The Pensions Council has published a report on Approved Retirement Fund (ARF) charges

19 June 2016: The Council has published a report on Approved Retirement Fund (ARF) charges. Differences in charges for the investment of pension funds can mean a gain, or loss, of thousands of Euros for individual pensioners. A pensioner investing €75,000 over ten years might have saved up to €5,440 in charges by choosing the fund with the lowest charges. For an investment of €150,000 a pensioner might have lost up to €11,700 or nearly 8% of the initial investment, by choosing the fund with the highest charges. 

Typically, ARFs are set up by insurance companies, which charge investors fees at set-up and over the life of the investment. Six insurance companies account for the vast bulk of the market in Ireland and these companies were requested to provide information on their ARF products marketed through intermediaries/brokers. At one point late in 2015, the companies were asked to provide details on the Reduction in Yield (RIY) flowing from charges on their different ARFs. RIY is the difference between the potential return on investment, taking charges into account, and the notional return if there were no charges. It is a useful way of measuring the impact of different charges or expenses on an investment.

The survey results are NOT a consumer guide to the cheapest or most expensive companies or charges. The survey provides a “snapshot” of charges at one point in time and charges may change over time. Furthermore, the survey did not cover intermediary/broker charges, which may be comparable to insurer charges. However, the survey results have one important lesson for consumers and intermediaries – shop around and compare all charges before choosing a particular ARF.

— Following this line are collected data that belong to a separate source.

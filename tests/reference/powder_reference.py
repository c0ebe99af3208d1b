"""Independent powder reflection lists for the simulator's reference tests.

Run with /usr/bin/python3 (Debian python3-gemmi and python3-pymatgen).
Input (stdin, JSON): a list of {"name", "spaceGroup", "cell": [a, b, c, alpha, beta, gamma],
  "atoms": [{"element", "x", "y", "z"}, ... every unit-cell site], "wavelength": Å, "twoThetaMax": degrees}.
Output (stdout, JSON): {name: {"gemmi": [...], "pymatgen": [...]}} where each entry is
  {"hkl": [h, k, l], "d": Å, "twoTheta": degrees, "multiplicity": n, "intensity": relative to 100}.

gemmi: reflections from its space-group machinery (space-group absences only), multiplicity from its
point-group operators with Friedel pairs, |F|² summed over all unit-cell sites with its IT92 form factors
(its small-structure structure-factor helper overstates |F| in 0.5.7, so it is not used), no thermal factor,
intensity = |F|² · multiplicity · (1 + cos² 2θ)/(sin² θ cos θ).
pymatgen: XRDCalculator with the wavelength given as a number (its "CuKa" is the weighted mean) and no
Debye–Waller factors; it uses its own form-factor fit and merges lines at equal 2θ.
"""
import cmath
import json
import math
import sys

import gemmi
from pymatgen.analysis.diffraction.xrd import XRDCalculator
from pymatgen.core import Lattice, Structure


def lp(two_theta):
    t = math.radians(two_theta / 2)
    return (1 + math.cos(2 * t) ** 2) / (math.sin(t) ** 2 * math.cos(t))


def gemmi_list(spec):
    cell = gemmi.UnitCell(*spec["cell"])
    sg = gemmi.find_spacegroup_by_name(spec["spaceGroup"])
    ops = sg.operations()
    lam = spec["wavelength"]
    d_min = lam / (2 * math.sin(math.radians(spec["twoThetaMax"] / 2)))
    form = {a["element"]: gemmi.Element(a["element"]).it92 for a in spec["atoms"]}
    out = []
    for hkl in gemmi.make_miller_array(cell, sg, d_min, 0, True):
        hkl = [int(v) for v in hkl]
        d = cell.calculate_d(hkl)
        s2 = 1 / (4 * d * d)
        f = sum(
            form[a["element"]].calculate_sf(s2) * cmath.exp(2j * math.pi * (hkl[0] * a["x"] + hkl[1] * a["y"] + hkl[2] * a["z"]))
            for a in spec["atoms"]
        )
        images = set()
        for op in ops.sym_ops:
            image = tuple(op.apply_to_hkl(hkl))
            images.add(image)
            images.add(tuple(-v for v in image))
        tt = 2 * math.degrees(math.asin(lam / (2 * d)))
        out.append({"hkl": hkl, "d": d, "twoTheta": tt, "multiplicity": len(images), "f2": abs(f) ** 2})
    top = max(r["f2"] * r["multiplicity"] * lp(r["twoTheta"]) for r in out)
    listed = []
    for r in out:
        i = r["f2"] * r["multiplicity"] * lp(r["twoTheta"])
        if i > top * 1e-9:
            listed.append({"hkl": r["hkl"], "d": r["d"], "twoTheta": r["twoTheta"], "multiplicity": r["multiplicity"], "intensity": 100 * i / top})
    return sorted(listed, key=lambda r: -r["d"])


def pymatgen_list(spec):
    a, b, c, al, be, ga = spec["cell"]
    structure = Structure(
        Lattice.from_parameters(a, b, c, al, be, ga),
        [s["element"] for s in spec["atoms"]],
        [[s["x"], s["y"], s["z"]] for s in spec["atoms"]],
    )
    pattern = XRDCalculator(wavelength=spec["wavelength"]).get_pattern(structure, scaled=True, two_theta_range=(0, spec["twoThetaMax"]))
    out = []
    for tt, y, hkls, d in zip(pattern.x, pattern.y, pattern.hkls, pattern.d_hkls):
        first = hkls[0]["hkl"]
        # Hexagonal families come as (h, k, i, l).
        hkl = [first[0], first[1], first[-1]]
        out.append({"hkl": [int(v) for v in hkl], "d": float(d), "twoTheta": float(tt), "multiplicity": int(sum(h["multiplicity"] for h in hkls)), "intensity": float(y)})
    return out


if __name__ == "__main__":
    specs = json.load(sys.stdin)
    print(json.dumps({s["name"]: {"gemmi": gemmi_list(s), "pymatgen": pymatgen_list(s)} for s in specs}))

The Council also points out that the kind of comparative pricing information in the Report is not normally available to consumers or their intermediaries. It would be helpful if such information were made available on an on-going basis.

The Council is grateful for the cooperation of all six companies surveyed.

Note to Editors

The Pensions Council (An Chomhairle Pinsean) was set up under 26B of the Pensions Act, 1990 to advise the Minister on matters relating to policy on pensions. The Council is to be an advocate for the consumer interest and help to ensure that the system has a stronger consumer focus. At the inaugural meeting of the Council in March 2015, the Minister for Social Protection asked the Council to give special attention to charges and to gender issues.